Dravidian language family

Dravidian Language Family

The Dravidian language family is one of the largest language families in the world. The vast majority of linguists believe that the Dravidian language family is completely unrelated to any other language family. The family includes 73 languages spoken by over 222 million people in southern India, Sri Lanka, certain areas of Pakistan, and in Nepal. Commerce and emigration have also spread Dravidian languages, particularly Tamil, to Burma, Indonesia, Malaysia, Fiji, Madagascar, Mauritius, Guyana, Martinique and Trinidad. The only Dravidian language spoken entirely outside of India is Brahui with over two million speakers mainly in Pakistan and 200,000 speakers in Afghanistan (Ethnologue).
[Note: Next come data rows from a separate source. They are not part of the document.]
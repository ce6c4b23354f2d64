//! The catalogue as the review page's label store: candidates come from a filtered
//! query, labels are appended to the catalogue's review-label history.

use std::path::PathBuf;

use super::store::{LabelStore, ReviewItem, ReviewLabel};
use crate::catalogue::{CandidateFilter, Catalogue};
use crate::error::Result;

/// Reviews the catalogue's candidates that match `filter`, highest S/N first.
pub struct CatalogueStore {
    pub catalogue: Catalogue,
    pub filter: CandidateFilter,
    /// Name recorded with every label.
    pub reviewer: String,
    /// Folder to look in (by file name) when a recorded observation path is gone.
    pub obs_dir: Option<PathBuf>,
}

impl LabelStore for CatalogueStore {
    fn items(&mut self) -> Result<Vec<ReviewItem>> {
        let mut rows = self.catalogue.candidates(&self.filter)?;
        rows.sort_by(|a, b| b.candidate.snr.total_cmp(&a.candidate.snr));
        Ok(rows
            .into_iter()
            .map(|r| {
                let recorded = PathBuf::from(&r.candidate.file);
                let obs_path = match (&self.obs_dir, recorded.file_name()) {
                    (Some(dir), Some(name)) if !recorded.exists() => Some(dir.join(name)),
                    _ => None,
                };
                ReviewItem {
                    id: r.id,
                    candidate: r.candidate,
                    label: r.label,
                    obs_path,
                }
            })
            .collect())
    }

    fn record(&mut self, id: i64, label: ReviewLabel, comment: &str) -> Result<()> {
        self.catalogue
            .label(&[id], label.as_str(), &self.reviewer, comment)
    }
}
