//! The fast kernel against the reference kernel and the tree's own traced paths.

use super::*;
use crate::dedisperse::subband::{SUBBAND_CHANNELS, tree_downsample};
use crate::dedisperse::{DmStep, PlanRequest, reference};
use crate::isa::Isa;
use crate::units::{channel_smearing_s, delay_between_s};
use ndarray::Array2;
use rand::{Rng, SeedableRng};
use rand_chacha::ChaCha8Rng;
use rand_distr::StandardNormal;

/// Channel centres over `lo..hi` MHz, descending unless `ascending`.
fn band(n_chan: usize, lo: f64, hi: f64, ascending: bool) -> (Vec<f64>, f64) {
    let bw = (hi - lo) / n_chan as f64;
    let mut f: Vec<f64> = (0..n_chan).map(|i| hi - bw * (i as f64 + 0.5)).collect();
    if ascending {
        f.reverse();
    }
    (f, bw)
}

/// The most the kernel's number formats can move an output whose paths sum the
/// absolute input values to `magnitude` ([`sum_along`] of `|input|`) when its tree
/// values carry at most `fixed` of fixed-point error in all ([`fixed_error`]): the
/// stage-1 rows and the output are each rounded to bfloat16 with relative error
/// ≤ 2⁻⁸, and each is at most the sum of the absolute values it adds up.
fn stored_bound(magnitude: f32, fixed: f32) -> f32 {
    (magnitude + fixed) * 2.0 * 2f32.powi(-8) * 1.01 + fixed
}

/// The most the 16-bit tiles' rounding can move one output of a step at `tree_ds`
/// that sums `per_out` tree samples of each of `n_chan` channels: half a quantum per
/// value, a quantum being at most the largest tree-sample magnitude (`tree_ds` input
/// samples of at most `peak`) over the fixed-point limit of a full sub-band.
fn fixed_error(n_chan: usize, tree_ds: usize, per_out: usize, peak: f32) -> f32 {
    let limit = (32767 / n_chan.min(SUBBAND_CHANNELS)) as f32;
    (n_chan * per_out) as f32 * 0.5 * tree_ds as f32 * peak / limit
}

fn peak(input: &Array2<f32>) -> f32 {
    input.iter().fold(0.0, |m, x| m.max(x.abs()))
}

fn noise(n_chan: usize, n_time: usize, rng: &mut ChaCha8Rng) -> Array2<f32> {
    Array2::from_shape_fn((n_chan, n_time), |_| rng.sample::<f32, _>(StandardNormal))
}

/// Output `t` sums, for every channel, the `per_out` tree samples (each `tree_ds`
/// input samples) from tree sample `t·per_out + delay_c`.
fn sum_along(
    input: &Array2<f32>,
    delays: &[usize],
    tree_ds: usize,
    per_out: usize,
    n_out: usize,
) -> Vec<f32> {
    (0..n_out)
        .map(|t| {
            delays
                .iter()
                .enumerate()
                .map(|(c, &d)| {
                    let start = (t * per_out + d) * tree_ds;
                    (start..start + per_out * tree_ds)
                        .map(|i| input[[c, i]])
                        .sum::<f32>()
                })
                .sum()
        })
        .collect()
}

fn correlation(a: &[f32], b: &[f32]) -> f64 {
    let mean = |x: &[f32]| x.iter().map(|&v| v as f64).sum::<f64>() / x.len() as f64;
    let (ma, mb) = (mean(a), mean(b));
    let (mut ab, mut aa, mut bb) = (0.0, 0.0, 0.0);
    for (&x, &y) in a.iter().zip(b) {
        let (x, y) = (x as f64 - ma, y as f64 - mb);
        ab += x * y;
        aa += x * x;
        bb += y * y;
    }
    ab / (aa * bb).sqrt()
}

/// A plan with four steps (full, 2×, 4× and 8× downsampled) starting above DM 0.
fn awkward_plan(freqs: Vec<f64>, bw: f64, tsamp: f64, dm_lo: f64, dm_hi: f64) -> DmPlan {
    let quarter = (dm_hi - dm_lo) / 4.0;
    let steps = (0..4)
        .map(|s| DmStep {
            dms: (0..7)
                .map(|k| dm_lo + quarter * (s as f64 + k as f64 / 7.0))
                .collect(),
            downsample: 1 << s,
        })
        .collect();
    DmPlan {
        freqs_mhz: freqs,
        chan_bw_mhz: bw,
        tsamp_s: tsamp,
        steps,
    }
}
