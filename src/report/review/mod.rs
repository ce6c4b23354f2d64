//! The keyboard-driven review page: walk through candidates, look at each figure and
//! its numbers, and record a label with one key straight into the label history.

mod catalogue_store;
mod server;
pub mod store;

pub use catalogue_store::CatalogueStore;
pub use server::ReviewServer;
pub use store::{LabelStore, MemoryStore, ReviewItem, ReviewLabel};
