//! `burstbook period rotation|activity|stats|synth`: periodicity tests on arrival times.

use std::io::Write;
use std::path::{Path, PathBuf};

use anyhow::Context;
use burstbook::period::activity::{ActivityConfig, ActivityResult, search_activity};
use burstbook::period::powerlaw::fit_power_law;
use burstbook::period::rotation::{RotationConfig, RotationResult, search_rotation, test_period};
use burstbook::period::synth::{RotatingSource, activity_cycle, irregular_sessions, rng};
use burstbook::period::times::{
    ArrivalTimes, Exposure, read_arrival_csv, read_exposure_csv, read_number_csv,
};
use burstbook::period::waiting::waiting_time_stats;
use burstbook::progress;

/// Arguments of `period`.
#[derive(clap::Args, Debug)]
pub struct Args {
    #[command(subcommand)]
    command: PeriodCommand,
}

#[derive(clap::Subcommand, Debug)]
enum PeriodCommand {
    /// Search arrival times for a rotation period (ms–s) with Z²ₙ and the H-test.
    #[command(after_help = "Examples:\n  burstbook period rotation\n  \
        burstbook period rotation --toas toas.csv --min-period-s 0.05 --max-period-s 10 --json\n  \
        burstbook period rotation --toas toas.csv --period-s 0.41370 --fit-pdot")]
    Rotation(RotationArgs),
    /// Search bursts and observing sessions for an activity cycle (days–months).
    #[command(after_help = "Examples:\n  burstbook period activity\n  \
        burstbook period activity --toas bursts.csv --exposure sessions.csv --max-period-days 60 --sims 2000 --json")]
    Activity(ActivityArgs),
    /// Waiting times (Poisson, Weibull) and the power-law index of fluences.
    #[command(after_help = "Examples:\n  burstbook period stats\n  \
        burstbook period stats --toas bursts.csv --exposure sessions.csv --values bursts.csv --column fluence_jy_ms")]
    Stats(StatsArgs),
    /// Write invented demo sets (a sparse rotator; a repeater with an activity cycle).
    #[command(
        after_help = "Example:\n  burstbook period synth --out-dir demo-data/period --seed 1"
    )]
    Synth(SynthArgs),
}

#[derive(clap::Args, Debug)]
struct RotationArgs {
    /// CSV of barycentric (TDB) arrival times with an MJD column.
    #[arg(long, default_value = "demo-data/period/rotator_toas.csv")]
    toas: PathBuf,
    /// Name of the MJD column.
    #[arg(long, default_value = "mjd")]
    column: String,
    /// Shortest trial period, s.
    #[arg(long, default_value_t = 1e-3)]
    min_period_s: f64,
    /// Longest trial period, s.
    #[arg(long, default_value_t = 10.0)]
    max_period_s: f64,
    /// Harmonics n of the scanned Z²ₙ (1–20).
    #[arg(long, default_value_t = 2)]
    harmonics: usize,
    /// Grid points per peak of the n-th harmonic.
    #[arg(long, default_value_t = 3.0)]
    oversample: f64,
    /// Merge arrivals closer than this (components of one burst), s.
    #[arg(long, default_value_t = 1e-3)]
    merge_gap_s: f64,
    /// Also fit a period derivative.
    #[arg(long)]
    fit_pdot: bool,
    /// Tolerance of the common-divisor check, cycles (0 turns it off).
    #[arg(long, default_value_t = 0.05)]
    divisor_tol: f64,
    /// Test this period instead of searching (no trials), s.
    #[arg(long)]
    period_s: Option<f64>,
    /// Period derivative for --period-s.
    #[arg(long, default_value_t = 0.0, requires = "period_s")]
    pdot: f64,
    /// Print JSON instead of a table.
    #[arg(long)]
    json: bool,
    /// Write the (peak-preserving, decimated) periodogram to this CSV.
    #[arg(long)]
    periodogram_out: Option<PathBuf>,
}

/// Burst arrival times and the observing sessions they were found in.
#[derive(clap::Args, Debug)]
struct BurstInputs {
    /// CSV of burst arrival times with an MJD column.
    #[arg(long, default_value = "demo-data/period/repeater_bursts.csv")]
    toas: PathBuf,
    /// Name of the MJD column.
    #[arg(long, default_value = "mjd")]
    column: String,
    /// CSV of observing sessions with columns start_mjd,end_mjd.
    #[arg(long, default_value = "demo-data/period/repeater_exposure.csv")]
    exposure: PathBuf,
}

#[derive(clap::Args, Debug)]
struct ActivityArgs {
    #[command(flatten)]
    input: BurstInputs,
    /// Shortest trial period, days.
    #[arg(long, default_value_t = 1.5)]
    min_period_days: f64,
    /// Longest trial period, days (default: half the observing span).
    #[arg(long)]
    max_period_days: Option<f64>,
    /// Phase bins.
    #[arg(long, default_value_t = 10)]
    bins: usize,
    /// Frequency step 1/(oversample × span).
    #[arg(long, default_value_t = 10.0)]
    oversample: f64,
    /// Monte Carlo sets keeping the real exposure.
    #[arg(long, default_value_t = 1000)]
    sims: usize,
    /// Seed of the Monte Carlo.
    #[arg(long, default_value_t = 1)]
    seed: u64,
    /// Number of future active windows to list.
    #[arg(long, default_value_t = 3)]
    forecast: usize,
    /// List windows ending after this MJD (default: end of the last session).
    #[arg(long)]
    after_mjd: Option<f64>,
    /// Print JSON instead of a table.
    #[arg(long)]
    json: bool,
    /// Write the curves over trial periods to this CSV.
    #[arg(long)]
    periodogram_out: Option<PathBuf>,
}

#[derive(clap::Args, Debug)]
struct StatsArgs {
    #[command(flatten)]
    input: BurstInputs,
    /// CSV holding fluences or energies for the power-law fit.
    #[arg(long, default_value = "demo-data/period/repeater_bursts.csv")]
    values: PathBuf,
    /// Column of --values to fit.
    #[arg(long, default_value = "fluence_jy_ms")]
    value_column: String,
    /// Completeness limit S_min (default: chosen by the Kolmogorov–Smirnov distance).
    #[arg(long)]
    s_min: Option<f64>,
    /// Simulated sets for the power-law goodness of fit.
    #[arg(long, default_value_t = 500)]
    boot: usize,
    /// Seed of those simulations.
    #[arg(long, default_value_t = 1)]
    seed: u64,
    /// Print JSON instead of a table.
    #[arg(long)]
    json: bool,
}

#[derive(clap::Args, Debug)]
struct SynthArgs {
    /// Directory to write rotator_toas.csv, repeater_bursts.csv, repeater_exposure.csv.
    #[arg(long, default_value = "demo-data/period")]
    out_dir: PathBuf,
    /// Seed.
    #[arg(long, default_value_t = 1)]
    seed: u64,
}

pub fn run(args: Args) -> anyhow::Result<()> {
    match args.command {
        PeriodCommand::Rotation(a) => rotation(a),
        PeriodCommand::Activity(a) => activity(a),
        PeriodCommand::Stats(a) => stats(a),
        PeriodCommand::Synth(a) => synth(a),
    }
}

fn print_json<T: serde::Serialize>(value: &T) -> anyhow::Result<()> {
    println!("{}", serde_json::to_string_pretty(value)?);
    Ok(())
}

fn create(path: &Path) -> anyhow::Result<std::io::BufWriter<std::fs::File>> {
    if let Some(dir) = path.parent().filter(|d| !d.as_os_str().is_empty()) {
        std::fs::create_dir_all(dir).with_context(|| format!("creating {}", dir.display()))?;
    }
    let f = std::fs::File::create(path).with_context(|| format!("creating {}", path.display()))?;
    Ok(std::io::BufWriter::new(f))
}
mapThe Dravidian language family was first recognized as an independent family in 1816. The term Dravidian was introduced by Robert A. Caldwell in his Comparative Grammar of the Dravidian or South Indian Family of Languages (1856).

Dravidian languages are mostly spoken in the south of the Indian subcontinent, while Indo-Aryan languages are concentrated in the north. It is thought that Dravidian languages were native to the Indian subcontinent and were originally spread across all of India. The Indo-Aryan languages were introduced by Aryan invaders from the north. They pushed speakers of the original Dravidian languages out of the northern portion into the southern part of India.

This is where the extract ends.